The setting of the film refers to Tracey Emin's well-known work “My Bed,” an unmade bed as a sculpture that symbolically stands for individually experienced crisis-like situations. Whereas this work gains its melancholia but also its humor from the allusion to an artist's biography beyond “normal” female biographies, living in a bed in The Alphabet of Feeling Bad becomes the starting point of a fantasy about possible new forms of politics, where queer passivity is not an obstacle, but a requirement.

 

With the formal focus on the alphabet and establishing terms, the film also draws connections with examples from the history of conceptual art. John Baldessari's video “Teaching a Plant the Alphabet” from 1972 for example shows a plant for about 20 minutes, which is urged to learn the alphabet. Feminist reworkings of conceptual art – like Martha Rosler's famous video “Semiotics of the kitchen” from 1975, in which she combines the letters of the alphabet with kitchen utensils that she also recodes as weapons – show that meaning is not only meaning, but that signs and objects are connected with societal positions, fixing or even creating them in the first place.

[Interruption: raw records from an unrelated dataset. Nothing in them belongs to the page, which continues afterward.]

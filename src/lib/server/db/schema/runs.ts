import { sql } from 'drizzle-orm';
import {
  bigint,
  boolean,
  check,
  foreignKey,
  index,
  integer,
  jsonb,
  pgTable,
  primaryKey,
  smallint,
  text,
  unique,
  uniqueIndex,
  uuid,
} from 'drizzle-orm/pg-core';
import type { Place } from '@/lib/comparison/compare';
import { CLEARABLE, OPERATIONS, WAYS } from '@/lib/mechanism/steps';
import { RUN_SOURCES } from '@/lib/schemas/runs';
import { bytes } from './bytes';
import { id, instant, ofWorkshop, oneOf, workshopId } from './columns';
import { machine, machineLayout } from './machines';
import { membership } from './people';

/** What was left out of the judgement when the run began, kept with the run so that its judgement never moves. */
export interface RunExclusion extends Place {
  readonly reason: string;
}

/** One sitting at one machine. The tallies are kept with each append, so that lists need not judge every run again. */
export const run = pgTable(
  'run',
  {
    workshopId: workshopId(),
    id: id(),
    /** Counts up within the workshop; what people call the run by. */
    number: integer('number').notNull(),
    machineId: uuid('machine_id').notNull(),
    layoutRevision: integer('layout_revision').notNull(),
    title: text('title').notNull().default(''),
    note: text('note').notNull().default(''),
    source: text('source', { enum: RUN_SOURCES }).notNull().default('hand'),
    testerId: uuid('tester_id').notNull(),
    /** IANA time zone of the tester. */
    zone: text('zone').notNull().default('UTC'),
    startResult: text('start_result'),
    startCounter: text('start_counter'),
    excluded: jsonb('excluded').$type<RunExclusion[]>().notNull().default([]),
    startedAt: instant('started_at').notNull().defaultNow(),
    finishedAt: instant('finished_at'),
    finishedBy: uuid('finished_by'),
    steps: integer('steps').notNull().default(0),
    turns: bigint('turns', { mode: 'number' }).notNull().default(0),
    readings: integer('readings').notNull().default(0),
    /** Readings in which at least one wheel differs or stands between numerals. */
    disagreeing: integer('disagreeing').notNull().default(0),
    firstFault: jsonb('first_fault').$type<(Place & { readonly seq: number }) | null>(),
  },
  (t) => [
    primaryKey({ columns: [t.workshopId, t.id] }),
    unique('run_number').on(t.workshopId, t.number),
    index('run_by_machine').on(t.workshopId, t.machineId, t.startedAt),
    foreignKey({ columns: [t.workshopId, t.machineId], foreignColumns: [machine.workshopId, machine.id] }).onDelete(
      'restrict',
    ),
    foreignKey({
      columns: [t.workshopId, t.machineId, t.layoutRevision],
      foreignColumns: [machineLayout.workshopId, machineLayout.machineId, machineLayout.revision],
    }).onDelete('restrict'),
    foreignKey({
      columns: [t.workshopId, t.testerId],
      foreignColumns: [membership.workshopId, membership.personId],
    }).onDelete('restrict'),
    foreignKey({
      columns: [t.workshopId, t.finishedBy],
      foreignColumns: [membership.workshopId, membership.personId],
    }).onDelete('restrict'),
    oneOf('run_source', 'source', RUN_SOURCES),
    check('run_tallies', sql`steps >= 0 and turns >= 0 and readings >= 0 and disagreeing between 0 and readings`),
    check('run_finished_by', sql`(finished_at is null) = (finished_by is null)`),
    check('run_text', sql`char_length(title) <= 80 and char_length(note) <= 2000`),
    ofWorkshop('run'),
  ],
);

/** One operation of a run. Rows are only added; a step taken back stays, marked, and is left out of the judgement. */
export const runStep = pgTable(
  'run_step',
  {
    workshopId: workshopId(),
    runId: uuid('run_id').notNull(),
    seq: integer('seq').notNull(),
    /** Made by the page that logged it, so that sending it twice stores it once. */
    id: id(),
    do: text('do', { enum: OPERATIONS }).notNull(),
    slides: text('slides'),
    carriage: integer('carriage'),
    way: text('way', { enum: WAYS }),
    times: integer('times'),
    reversed: boolean('reversed'),
    clear: text('clear', { enum: CLEARABLE }),
    note: text('note').notNull().default(''),
    /** When it was done, with the offset it was told in (minutes east of UTC); null = not known. */
    at: instant('at'),
    atOffset: smallint('at_offset'),
    recordedAt: instant('recorded_at').notNull().defaultNow(),
    recordedBy: uuid('recorded_by').notNull(),
    withdrawnAt: instant('withdrawn_at'),
    withdrawnBy: uuid('withdrawn_by'),
    withdrawnReason: text('withdrawn_reason'),
  },
  (t) => [
    primaryKey({ columns: [t.workshopId, t.runId, t.seq] }),
    uniqueIndex('run_step_id').on(t.workshopId, t.id),
    foreignKey({ columns: [t.workshopId, t.runId], foreignColumns: [run.workshopId, run.id] }).onDelete('restrict'),
    foreignKey({
      columns: [t.workshopId, t.recordedBy],
      foreignColumns: [membership.workshopId, membership.personId],
    }).onDelete('restrict'),
    foreignKey({
      columns: [t.workshopId, t.withdrawnBy],
      foreignColumns: [membership.workshopId, membership.personId],
    }).onDelete('restrict'),
    oneOf('run_step_do', 'do', OPERATIONS),
    check('run_step_seq', sql`seq >= 1`),
    check(
      'run_step_fields',
      sql`(("do" = 'set') = (slides is not null)) and (("do" = 'shift') = (carriage is not null))
        and (("do" = 'turn') = (way is not null)) and (("do" = 'turn') = (times is not null))
        and (("do" = 'reverse') = (reversed is not null)) and (("do" = 'clear') = (clear is not null))`,
    ),
    check('run_step_slides', sql`slides ~ '^[0-9]{1,32}$'`),
    check('run_step_ranges', sql`times between 1 and 1000000 and carriage between 1 and 32`),
    check('run_step_at', sql`(at is null) = (at_offset is null) and at_offset between -1439 and 1439`),
    check('run_step_note', sql`char_length(note) <= 500`),
    check(
      'run_step_withdrawn',
      sql`(withdrawn_at is null) = (withdrawn_by is null) and (withdrawn_at is null) = (withdrawn_reason is null)`,
    ),
    ofWorkshop('run_step'),
  ],
);

/** What stood in the windows after a step. Append-only: a correction is a new row that names the one it replaces. */
export const reading = pgTable(
  'reading',
  {
    workshopId: workshopId(),
    id: id(),
    runId: uuid('run_id').notNull(),
    seq: integer('seq').notNull(),
    result: text('result'),
    counter: text('counter'),
    recordedAt: instant('recorded_at').notNull().defaultNow(),
    recordedBy: uuid('recorded_by').notNull(),
    replaces: uuid('replaces'),
    reason: text('reason'),
  },
  (t) => [
    primaryKey({ columns: [t.workshopId, t.id] }),
    index('reading_by_step').on(t.workshopId, t.runId, t.seq),
    // One first reading a step, and one correction of each reading: the chain cannot fork.
    uniqueIndex('reading_first').on(t.workshopId, t.runId, t.seq).where(sql`replaces is null`),
    uniqueIndex('reading_correction').on(t.workshopId, t.replaces),
    foreignKey({
      columns: [t.workshopId, t.runId, t.seq],
      foreignColumns: [runStep.workshopId, runStep.runId, runStep.seq],
    }).onDelete('restrict'),
    foreignKey({ columns: [t.workshopId, t.replaces], foreignColumns: [t.workshopId, t.id] }).onDelete('restrict'),
    foreignKey({
      columns: [t.workshopId, t.recordedBy],
      foreignColumns: [membership.workshopId, membership.personId],
    }).onDelete('restrict'),
    check('reading_not_empty', sql`result is not null or counter is not null`),
    check('reading_glyphs', sql`result ~ '^([0-9]~?|[?]){1,32}$' and counter ~ '^([0-9]~?|[?]){1,32}$'`),
    check('reading_reason', sql`(replaces is null) = (reason is null) and char_length(reason) between 1 and 500`),
    ofWorkshop('reading'),
  ],
);

/** The file a run was imported from, byte for byte. */
export const runFile = pgTable(
  'run_file',
  {
    workshopId: workshopId(),
    runId: uuid('run_id').notNull(),
    name: text('name').notNull(),
    sha256: text('sha256').notNull(),
    content: bytes('content').notNull(),
    createdAt: instant('created_at').notNull().defaultNow(),
    createdBy: uuid('created_by').notNull(),
  },
  (t) => [
    primaryKey({ columns: [t.workshopId, t.runId] }),
    index('run_file_sha256').on(t.workshopId, t.sha256),
    foreignKey({ columns: [t.workshopId, t.runId], foreignColumns: [run.workshopId, run.id] }).onDelete('restrict'),
    foreignKey({
      columns: [t.workshopId, t.createdBy],
      foreignColumns: [membership.workshopId, membership.personId],
    }).onDelete('restrict'),
    check('run_file_size', sql`octet_length(content) <= 1048576 and char_length(name) between 1 and 255`),
    ofWorkshop('run_file'),
  ],
);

The Alphabet of Feeling Bad is based on the idea that terms might be understood as tools that enable us to feel together and thereby to newly negotiate the meaning of feelings and to politicize them in a queer-feminist way.

 

 

Ann Cvetkovich is Associate Professor of English and Women's Studies at the University of Texas in Austin. She is the author of several publications, including “Depression: A Public Feeling” (Duke University Press, 2012), “An Archive of Feelings: Trauma, Sexuality, and Lesbian Public Cultures,” (Duke University Press, 2003), and together with Janet Staiger and Ann Reynolds she is the editor of “Political Emotions” (Routledge, 2010).

In 2011 she participated in the Venice Art Biennale in the event series “Chewing the Scenery,” curated by Andrea Thal.

 

Karin Michalski works as artist and film curator in Berlin. She studied Film Directing and Producing at the German Film and Television Academy Berlin (dffb) as well as Journalism and Political science in Mainz and Berlin. With her films and videos, such as The Alphabet of Feeling Bad, Working On It (2008, Co-Director: Sabian Baumann), Monika M. (2004) and Pashke and Sofia (2003), she has been invited to numerous festivals and exhibitions. Together with Sabian Baumann she installed the exhibition project “An Unhappy Archive” at Badischer Kunstverein, Karlsruhe 2014 and at Les Complices, Zurich 2013.

She is the editor of the art-fanzine “FEELING BAD – queer pleasures, art & politics.” And she is co-editor of the book “I is for impasse – Affektive Queerverbindungen in Theorie_Aktivismus_Kunst” (released 2015 at bbooks, Berlin) as well as the artist edition “An Unhappy Archive” (2016, Zurich).